14.1.1. Time lag - first result
Date of first release of national data: T+6
14.1.2. Time lag - final result
Date of first release of national data: T+12
14.2. Punctuality
Punctuality refers to the time lag between the release date of data and the target date on which they were scheduled for release as announced officially.
14.2.1. Punctuality - delivery and publication
Punctuality of time schedule of data release = (Actual date of the data release) - (Scheduled date of the data release)
14.2.1.1. Deadline and date of data transmission
| Transmission of provisional data | Transmission of final data | |
|---|---|---|
| Legally defined deadline of data transmission (T+_ months) | 6 | 12 |
| Actual date of transmission of the data (T+x months) | 6 | 12 |
| Delay (days) | -23 | -13 |
| Reasoning for delay | Not available. |
Not available. |
15.1. Comparability - geographical
See below.
15.1.1. Asymmetry for mirror flow statistics - coefficient
Not requested.
15.1.2. Survey Concepts Issues
The following table lists a number of key survey concepts and conceptual issues; it gives reference to the Commission Regulation No 2020/1197, Frascati manual and the EBS Methodological Manual on R&D Statistics paragraphs with recommendations about these concepts / issues.
| Concept / Issue | Reference to recommendations | Deviation from recommendations | National definition / Treatment / Deviations from recommendations |
|---|---|---|---|
| Research and development | FM2015 Chapter 2 (mainly paragraphs 2.3 and 2.4). | No deviation | |
| Coverage of levels of government | FM2015, §12.5 to 12.9 | No deviation: in accordance with FM2015 recommendations, due to the insignificant role of local and regional government budget funds, it was excluded from the data collection. | |
| Socioeconomic objectives coverage and breakdown | Reg. 2020/1197: Annex 1, Table 20 | No deviation | |
| Reference period | Reg. 2020/1197: Annex 1, Table 20 | No deviation |
15.1.3. Deviations from recommendations
GBARD encompass all spending allocations met from sources of government revenue foreseen within the budget, such as taxation. Spending allocations by extra-budgetary government entities are within the scope only to the extent that their funds are allocated through the budgetary process (FM2015 §12.9).
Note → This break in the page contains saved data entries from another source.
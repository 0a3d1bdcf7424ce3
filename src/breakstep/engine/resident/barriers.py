"""Barriers, as one worker sees them: a count that goes up a tree of workers, and a release that comes down it.

A worker counts itself when its own tasks of the phase are done, and the workers below it as they report; then it
reports. No tile data moves.
"""

from __future__ import annotations

from collections.abc import Collection
from dataclasses import dataclass, field

from breakstep.engine.resident.cycles import Cycles
from breakstep.engine.resident.states import Exits, SendItem, Waiter
from breakstep.graph.unroll import Phase

WORKER_ARITY = 8  # children of a worker in the barrier tree


@dataclass(slots=True)
class Barrier:
    """One barrier that is not released here.

    Attributes
    ----------
    missing : set of int
        Workers that must report before this one does, itself among them.
    waiters : list of Waiter
        Who stands behind it.
    """

    phase: Phase
    missing: set[int]
    waiters: list[Waiter] = field(default_factory=list)


class Barriers:
    """Barriers under way.

    Parameters
    ----------
    me, workers : int
    stages : collection of int
        Stages behind which a barrier stands.

    Attributes
    ----------
    open : dict of int to Barrier
        By phase, barriers that are not released here.
    early : dict of int to set of int
        By phase that is not emitted here, workers that have reported.
    """

    def __init__(self, me: int, workers: int, stages: Collection[int], cycles: Cycles, exits: Exits) -> None:
        self.me, self.stages, self._cycles, self._exits = me, frozenset(stages), cycles, exits
        first = WORKER_ARITY * me + 1
        self.below = tuple(w for w in range(first, first + WORKER_ARITY) if w < workers)
        self.open: dict[int, Barrier] = {}
        self.early: dict[int, set[int]] = {}
        self._emitted = 0  # newest phase

    def emit(self, phase: Phase, tasks: int) -> None:
        """A phase has been emitted, with so many own tasks."""
        self._emitted = number = phase.number
        if phase.stage.index not in self.stages:
            return
        self.open[number] = Barrier(phase, {self.me, *self.below})
        self._cycles.of(phase.cycle).controls += 1
        for worker in self.early.pop(number, ()):
            self.count(number, worker)
        if tasks == 0:
            self.count(number, self.me)

    def need(self, number: int, waiter: Waiter) -> None:
        """Somebody stands behind the barrier of a phase, and waits if it is not released yet."""
        if number in self.open:
            waiter.missing += 1
            self.open[number].waiters.append(waiter)

    def count(self, number: int, worker: int) -> None:
        """A worker has reported: this one, or one below it. A report that comes again changes nothing."""
        if number > self._emitted:
            self.early.setdefault(number, set()).add(worker)
            return
        barrier = self.open.get(number)
        if barrier is None or worker not in barrier.missing:
            return
        barrier.missing.remove(worker)
        if not barrier.missing:
            self._report(barrier.phase)

    def _report(self, phase: Phase) -> None:
        self._exits.control("count", phase, (self.me,))
        if self.me != 0:
            above = (self.me - 1) // WORKER_ARITY
            self._exits.out.append(SendItem(above, ("count", phase.number, self.me)))
            return
        self._exits.control("release", phase, ())
        self.release(phase.number)

    def release(self, number: int) -> None:
        """All workers are done with a phase. A release that comes again changes nothing."""
        barrier = self.open.pop(number, None)
        if barrier is None:
            return
        self._cycles.of(barrier.phase.cycle).controls -= 1
        self._exits.out.extend(SendItem(worker, ("release", number)) for worker in self.below)
        for waiter in barrier.waiters:
            self._exits.satisfy(waiter)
The following table lists a number of key methodological issues, which may affect the international comparability of national GBARD statistics.
| Methodological issues | Reference to recommendations | Deviation from recommendations | National definition / Treatment / Deviations from recommendations |
|---|---|---|---|
| Definition of GBARD | FM § 12.9 | No deviation | |
| Stages of data collection | FM2015 §12.41 | No deviation | |
| Gross / net approach, net principle | FM2015 §12.20 and 12.21 | No deviation | Net principle is applied. |
| EU/other funds | Eurostat's EBS Methodological Manual on R&D Statistics | No deviation | EU funds are not included, only the national co-financing part. |
| Types of expenditure | FM2015 §12.15 to 12.18 | No deviation | |
| Current and capital expenditure | FM §12.15 | No deviation | Both are included. |
| Extra budgetary funds | FM §12.8, 12.20, 12.38 | Others funds are excluded. | |
| Loans | FM §12.31, 12.32, 12.34 | Forgiven loans are included but loans to be repaid are excluded. | |
| Indirect funding, tax rebates, etc. | FM §12.31 - 12.38 | Indirect funding is excluded. | |
| Treatment of multi-annual projects | FM2015 §12.44 | No deviation | |
| Treatment of GBARD going to R&D abroad | FM2015 §12.19 | No deviation | GBARD includes government-financed R&D performed abroad (CERN, COST, EUREKA etc.). |
| Criterion for distribution by socioeconomic objective | FM2015 §12.50 to 12.71 | No deviation | |
| Method of identification of primary objective | Eurostat's EBS Methodological Manual on R&D Statistics, topic 2, statement B.6 | No deviation |
15.2. Comparability - over time
See below.
15.2.1. Length of comparable time series
See below.
15.2.2. Breaks in time series
| Length of comparable time series | Break years1 | Nature of the breaks | |
|---|---|---|---|
| Provisional data | not applicable | ||
| Final data | 8 | 2013 | First data collection was for 2005. For 2007, data were estimated. There was a break in series for reference year 2013 - data of that year is not comparable with other years-, because of different treatment of multi-annual projects. |
1) Breaks years are years for which data are not fully comparable to the previous period.
15.3. Coherence - cross domain
Hungarian GBARD and GERD data are not comparable (E.g. GBARD data is based on the funding of R&D that is paid to units in the reference period, but this is not necessarily used by the units for R&D activities in the same reference period.)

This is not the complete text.